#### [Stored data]
__________
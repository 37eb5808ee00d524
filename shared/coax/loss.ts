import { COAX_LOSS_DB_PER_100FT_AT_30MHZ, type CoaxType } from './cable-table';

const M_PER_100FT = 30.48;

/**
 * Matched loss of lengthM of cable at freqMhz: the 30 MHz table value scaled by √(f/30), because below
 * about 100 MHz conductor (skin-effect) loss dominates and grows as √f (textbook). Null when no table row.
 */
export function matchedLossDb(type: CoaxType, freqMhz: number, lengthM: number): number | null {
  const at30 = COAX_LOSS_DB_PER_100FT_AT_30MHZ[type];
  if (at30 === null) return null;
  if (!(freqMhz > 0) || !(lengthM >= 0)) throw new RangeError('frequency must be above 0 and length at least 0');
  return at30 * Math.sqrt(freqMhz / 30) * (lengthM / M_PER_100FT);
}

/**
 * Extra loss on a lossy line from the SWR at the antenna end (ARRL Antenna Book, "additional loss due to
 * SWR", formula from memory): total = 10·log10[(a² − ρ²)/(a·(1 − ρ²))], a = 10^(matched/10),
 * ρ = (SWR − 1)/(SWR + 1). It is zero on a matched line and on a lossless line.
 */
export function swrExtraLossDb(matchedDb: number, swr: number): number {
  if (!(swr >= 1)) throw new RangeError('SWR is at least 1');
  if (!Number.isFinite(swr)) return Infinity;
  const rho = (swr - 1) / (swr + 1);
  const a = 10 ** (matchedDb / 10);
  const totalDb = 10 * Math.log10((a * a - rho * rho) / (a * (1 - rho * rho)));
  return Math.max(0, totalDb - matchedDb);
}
__________
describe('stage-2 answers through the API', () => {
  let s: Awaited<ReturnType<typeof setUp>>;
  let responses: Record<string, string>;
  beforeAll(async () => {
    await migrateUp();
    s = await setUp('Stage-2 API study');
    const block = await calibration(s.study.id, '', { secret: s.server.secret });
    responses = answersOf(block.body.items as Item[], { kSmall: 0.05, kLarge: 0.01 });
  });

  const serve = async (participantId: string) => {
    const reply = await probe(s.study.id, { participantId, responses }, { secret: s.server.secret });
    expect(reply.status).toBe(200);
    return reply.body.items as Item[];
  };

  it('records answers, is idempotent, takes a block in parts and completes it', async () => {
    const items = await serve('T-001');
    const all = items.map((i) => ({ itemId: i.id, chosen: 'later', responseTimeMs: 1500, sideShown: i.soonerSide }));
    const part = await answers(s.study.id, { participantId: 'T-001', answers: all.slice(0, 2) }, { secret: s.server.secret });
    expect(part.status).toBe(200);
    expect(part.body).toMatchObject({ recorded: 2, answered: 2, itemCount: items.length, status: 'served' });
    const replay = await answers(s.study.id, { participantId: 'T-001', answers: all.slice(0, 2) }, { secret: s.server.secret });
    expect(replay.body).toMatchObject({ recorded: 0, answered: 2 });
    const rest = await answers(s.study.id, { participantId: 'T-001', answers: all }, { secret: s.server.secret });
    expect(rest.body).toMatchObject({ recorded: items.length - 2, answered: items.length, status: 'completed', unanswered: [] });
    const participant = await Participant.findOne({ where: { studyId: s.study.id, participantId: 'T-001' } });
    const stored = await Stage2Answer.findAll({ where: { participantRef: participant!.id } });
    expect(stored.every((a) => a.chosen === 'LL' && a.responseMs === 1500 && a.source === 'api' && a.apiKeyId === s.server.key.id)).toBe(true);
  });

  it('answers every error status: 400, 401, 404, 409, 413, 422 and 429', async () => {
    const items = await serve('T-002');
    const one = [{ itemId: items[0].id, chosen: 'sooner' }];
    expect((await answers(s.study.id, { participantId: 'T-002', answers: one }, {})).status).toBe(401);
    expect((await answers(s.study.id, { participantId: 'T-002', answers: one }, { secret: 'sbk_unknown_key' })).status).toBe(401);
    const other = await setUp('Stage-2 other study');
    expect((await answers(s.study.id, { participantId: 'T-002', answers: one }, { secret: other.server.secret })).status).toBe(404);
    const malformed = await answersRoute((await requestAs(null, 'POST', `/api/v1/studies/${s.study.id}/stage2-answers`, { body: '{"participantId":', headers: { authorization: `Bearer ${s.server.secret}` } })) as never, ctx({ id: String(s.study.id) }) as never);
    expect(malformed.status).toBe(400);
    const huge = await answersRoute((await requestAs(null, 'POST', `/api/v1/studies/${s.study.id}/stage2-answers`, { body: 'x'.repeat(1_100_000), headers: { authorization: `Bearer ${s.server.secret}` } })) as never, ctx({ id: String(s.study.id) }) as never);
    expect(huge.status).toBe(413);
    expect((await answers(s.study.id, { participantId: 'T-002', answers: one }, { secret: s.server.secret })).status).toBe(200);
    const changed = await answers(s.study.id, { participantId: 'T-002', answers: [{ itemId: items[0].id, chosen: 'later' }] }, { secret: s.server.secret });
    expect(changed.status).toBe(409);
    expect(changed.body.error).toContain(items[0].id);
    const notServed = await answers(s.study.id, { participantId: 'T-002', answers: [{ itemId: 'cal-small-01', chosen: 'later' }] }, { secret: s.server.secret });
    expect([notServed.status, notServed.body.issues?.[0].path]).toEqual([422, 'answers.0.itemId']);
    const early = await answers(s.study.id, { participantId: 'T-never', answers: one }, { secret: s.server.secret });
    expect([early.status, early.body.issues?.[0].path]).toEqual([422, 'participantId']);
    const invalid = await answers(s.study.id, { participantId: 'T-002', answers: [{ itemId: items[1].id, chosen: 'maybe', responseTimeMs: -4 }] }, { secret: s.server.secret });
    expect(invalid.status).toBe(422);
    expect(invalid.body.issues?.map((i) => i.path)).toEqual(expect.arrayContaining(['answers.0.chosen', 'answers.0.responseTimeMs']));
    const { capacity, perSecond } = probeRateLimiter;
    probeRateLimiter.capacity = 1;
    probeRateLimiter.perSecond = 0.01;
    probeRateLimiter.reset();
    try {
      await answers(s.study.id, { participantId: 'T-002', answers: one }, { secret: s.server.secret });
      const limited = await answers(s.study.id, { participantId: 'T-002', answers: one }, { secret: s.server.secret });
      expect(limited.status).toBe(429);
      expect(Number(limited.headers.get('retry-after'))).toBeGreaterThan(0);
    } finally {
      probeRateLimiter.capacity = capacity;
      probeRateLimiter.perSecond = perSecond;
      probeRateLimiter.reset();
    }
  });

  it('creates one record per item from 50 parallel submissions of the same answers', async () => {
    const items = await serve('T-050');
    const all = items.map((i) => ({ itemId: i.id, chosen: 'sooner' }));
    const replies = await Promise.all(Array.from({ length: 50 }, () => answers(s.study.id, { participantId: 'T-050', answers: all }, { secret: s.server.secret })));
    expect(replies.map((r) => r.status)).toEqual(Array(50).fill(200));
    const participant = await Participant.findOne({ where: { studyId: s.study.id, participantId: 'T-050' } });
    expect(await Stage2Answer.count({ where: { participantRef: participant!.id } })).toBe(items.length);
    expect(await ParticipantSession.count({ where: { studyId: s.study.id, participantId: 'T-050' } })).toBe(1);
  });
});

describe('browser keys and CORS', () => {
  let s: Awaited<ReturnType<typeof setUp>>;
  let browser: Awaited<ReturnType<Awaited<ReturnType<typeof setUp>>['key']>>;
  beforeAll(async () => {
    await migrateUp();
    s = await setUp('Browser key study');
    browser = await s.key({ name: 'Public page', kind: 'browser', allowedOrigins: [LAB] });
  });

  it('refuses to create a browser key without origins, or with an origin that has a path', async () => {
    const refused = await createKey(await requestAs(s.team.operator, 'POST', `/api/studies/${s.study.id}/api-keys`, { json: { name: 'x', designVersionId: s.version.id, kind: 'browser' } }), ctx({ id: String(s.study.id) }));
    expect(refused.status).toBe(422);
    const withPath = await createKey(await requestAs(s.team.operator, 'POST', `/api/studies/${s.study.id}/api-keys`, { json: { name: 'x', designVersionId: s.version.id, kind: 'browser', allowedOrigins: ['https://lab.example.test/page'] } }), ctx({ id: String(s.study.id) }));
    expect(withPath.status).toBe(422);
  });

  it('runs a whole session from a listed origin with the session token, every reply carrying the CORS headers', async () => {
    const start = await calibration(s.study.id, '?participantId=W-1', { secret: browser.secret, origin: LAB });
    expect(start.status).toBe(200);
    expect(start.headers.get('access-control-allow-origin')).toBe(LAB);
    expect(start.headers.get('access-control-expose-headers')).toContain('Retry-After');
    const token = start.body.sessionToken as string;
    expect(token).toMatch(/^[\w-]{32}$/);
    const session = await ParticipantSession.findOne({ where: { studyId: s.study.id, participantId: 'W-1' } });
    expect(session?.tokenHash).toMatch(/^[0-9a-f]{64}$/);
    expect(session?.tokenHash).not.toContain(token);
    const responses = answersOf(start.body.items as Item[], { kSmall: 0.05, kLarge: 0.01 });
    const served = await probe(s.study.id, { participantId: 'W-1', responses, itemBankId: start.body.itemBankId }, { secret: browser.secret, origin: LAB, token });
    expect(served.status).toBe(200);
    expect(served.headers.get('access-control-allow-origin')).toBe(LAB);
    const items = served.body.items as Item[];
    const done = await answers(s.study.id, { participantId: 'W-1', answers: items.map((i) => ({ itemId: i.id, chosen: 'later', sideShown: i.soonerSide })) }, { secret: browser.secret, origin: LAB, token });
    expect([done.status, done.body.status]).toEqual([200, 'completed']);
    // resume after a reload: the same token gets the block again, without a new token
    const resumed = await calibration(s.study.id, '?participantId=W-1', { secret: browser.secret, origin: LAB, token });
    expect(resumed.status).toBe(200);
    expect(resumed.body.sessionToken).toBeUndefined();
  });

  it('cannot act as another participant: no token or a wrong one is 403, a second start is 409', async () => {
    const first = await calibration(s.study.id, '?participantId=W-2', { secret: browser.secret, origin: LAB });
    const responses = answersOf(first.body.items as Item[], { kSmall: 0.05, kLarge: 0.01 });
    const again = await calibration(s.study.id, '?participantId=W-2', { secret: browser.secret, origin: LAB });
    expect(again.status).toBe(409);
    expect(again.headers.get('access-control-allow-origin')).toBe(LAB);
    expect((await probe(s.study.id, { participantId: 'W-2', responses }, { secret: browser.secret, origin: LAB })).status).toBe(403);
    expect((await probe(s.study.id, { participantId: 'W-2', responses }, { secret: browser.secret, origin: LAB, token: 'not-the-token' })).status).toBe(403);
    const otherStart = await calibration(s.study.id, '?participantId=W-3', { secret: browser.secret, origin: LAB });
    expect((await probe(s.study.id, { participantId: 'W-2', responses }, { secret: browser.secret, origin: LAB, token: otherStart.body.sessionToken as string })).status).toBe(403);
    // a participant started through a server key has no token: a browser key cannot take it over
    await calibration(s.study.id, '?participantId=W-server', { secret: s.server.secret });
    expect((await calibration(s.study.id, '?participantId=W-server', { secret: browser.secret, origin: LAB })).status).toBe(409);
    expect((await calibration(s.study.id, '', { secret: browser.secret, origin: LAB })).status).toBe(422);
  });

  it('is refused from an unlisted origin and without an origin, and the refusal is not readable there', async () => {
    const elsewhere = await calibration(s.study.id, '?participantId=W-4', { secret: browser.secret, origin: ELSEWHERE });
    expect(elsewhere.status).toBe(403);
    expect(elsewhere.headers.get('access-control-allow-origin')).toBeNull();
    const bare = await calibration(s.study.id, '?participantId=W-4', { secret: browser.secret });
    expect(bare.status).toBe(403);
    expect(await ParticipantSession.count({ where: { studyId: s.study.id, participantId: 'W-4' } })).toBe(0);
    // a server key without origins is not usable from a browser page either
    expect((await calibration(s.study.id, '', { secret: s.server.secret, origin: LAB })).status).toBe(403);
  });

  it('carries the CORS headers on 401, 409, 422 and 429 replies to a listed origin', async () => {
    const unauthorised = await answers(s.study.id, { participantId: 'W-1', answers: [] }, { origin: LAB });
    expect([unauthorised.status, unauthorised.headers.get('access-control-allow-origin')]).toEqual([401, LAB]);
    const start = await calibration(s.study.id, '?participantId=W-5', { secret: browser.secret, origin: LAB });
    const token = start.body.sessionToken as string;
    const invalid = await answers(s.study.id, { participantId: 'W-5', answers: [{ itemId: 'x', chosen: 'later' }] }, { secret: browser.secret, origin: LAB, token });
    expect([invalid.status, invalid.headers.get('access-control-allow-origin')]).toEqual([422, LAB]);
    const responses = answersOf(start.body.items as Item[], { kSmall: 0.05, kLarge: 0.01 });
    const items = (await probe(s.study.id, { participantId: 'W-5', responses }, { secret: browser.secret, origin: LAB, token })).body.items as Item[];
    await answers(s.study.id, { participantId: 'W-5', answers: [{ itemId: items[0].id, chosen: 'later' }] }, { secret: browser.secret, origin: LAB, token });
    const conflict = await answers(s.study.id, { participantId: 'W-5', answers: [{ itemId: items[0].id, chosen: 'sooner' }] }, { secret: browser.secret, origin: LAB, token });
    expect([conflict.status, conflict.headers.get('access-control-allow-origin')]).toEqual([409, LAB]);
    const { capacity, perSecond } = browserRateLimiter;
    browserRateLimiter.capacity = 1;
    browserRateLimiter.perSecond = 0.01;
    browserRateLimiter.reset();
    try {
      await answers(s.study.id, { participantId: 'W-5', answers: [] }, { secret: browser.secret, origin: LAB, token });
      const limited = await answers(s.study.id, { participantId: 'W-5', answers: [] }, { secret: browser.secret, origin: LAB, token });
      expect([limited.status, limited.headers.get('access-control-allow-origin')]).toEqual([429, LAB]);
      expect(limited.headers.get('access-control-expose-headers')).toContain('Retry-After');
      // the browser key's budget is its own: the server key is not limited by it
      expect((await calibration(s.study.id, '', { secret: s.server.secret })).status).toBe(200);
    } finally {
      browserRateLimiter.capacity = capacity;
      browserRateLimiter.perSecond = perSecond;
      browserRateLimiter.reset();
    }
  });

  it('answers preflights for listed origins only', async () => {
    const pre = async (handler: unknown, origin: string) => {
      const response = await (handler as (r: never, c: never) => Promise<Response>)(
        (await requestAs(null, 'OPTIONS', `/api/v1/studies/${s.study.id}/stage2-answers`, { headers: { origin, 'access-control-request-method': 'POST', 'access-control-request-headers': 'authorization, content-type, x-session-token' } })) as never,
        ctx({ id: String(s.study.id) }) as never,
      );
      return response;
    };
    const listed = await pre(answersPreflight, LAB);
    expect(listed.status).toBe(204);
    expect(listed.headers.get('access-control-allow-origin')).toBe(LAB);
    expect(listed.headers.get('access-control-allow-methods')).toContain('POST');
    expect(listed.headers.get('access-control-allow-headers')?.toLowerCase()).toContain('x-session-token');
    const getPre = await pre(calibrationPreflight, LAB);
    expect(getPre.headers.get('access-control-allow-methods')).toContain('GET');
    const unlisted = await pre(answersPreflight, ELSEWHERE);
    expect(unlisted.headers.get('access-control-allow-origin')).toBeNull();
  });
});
__________
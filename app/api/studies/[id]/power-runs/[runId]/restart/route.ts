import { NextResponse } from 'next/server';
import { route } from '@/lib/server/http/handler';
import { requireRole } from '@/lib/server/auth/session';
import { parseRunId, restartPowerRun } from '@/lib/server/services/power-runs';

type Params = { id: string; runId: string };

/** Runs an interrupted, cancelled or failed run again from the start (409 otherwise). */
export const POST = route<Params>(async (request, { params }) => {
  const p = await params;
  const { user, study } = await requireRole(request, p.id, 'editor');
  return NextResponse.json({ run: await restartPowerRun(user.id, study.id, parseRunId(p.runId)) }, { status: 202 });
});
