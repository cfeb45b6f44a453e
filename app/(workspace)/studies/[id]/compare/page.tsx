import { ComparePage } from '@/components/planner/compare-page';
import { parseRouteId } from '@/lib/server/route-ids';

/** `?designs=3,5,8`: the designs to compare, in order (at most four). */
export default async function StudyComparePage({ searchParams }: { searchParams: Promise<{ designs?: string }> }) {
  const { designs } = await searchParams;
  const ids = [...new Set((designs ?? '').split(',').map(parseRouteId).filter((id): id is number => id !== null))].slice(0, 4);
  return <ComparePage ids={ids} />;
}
__________
#### [Exercise goal]
What is needed is the number of lines above that include the string "repository", and nothing else.

#### [Result for this exercise]
2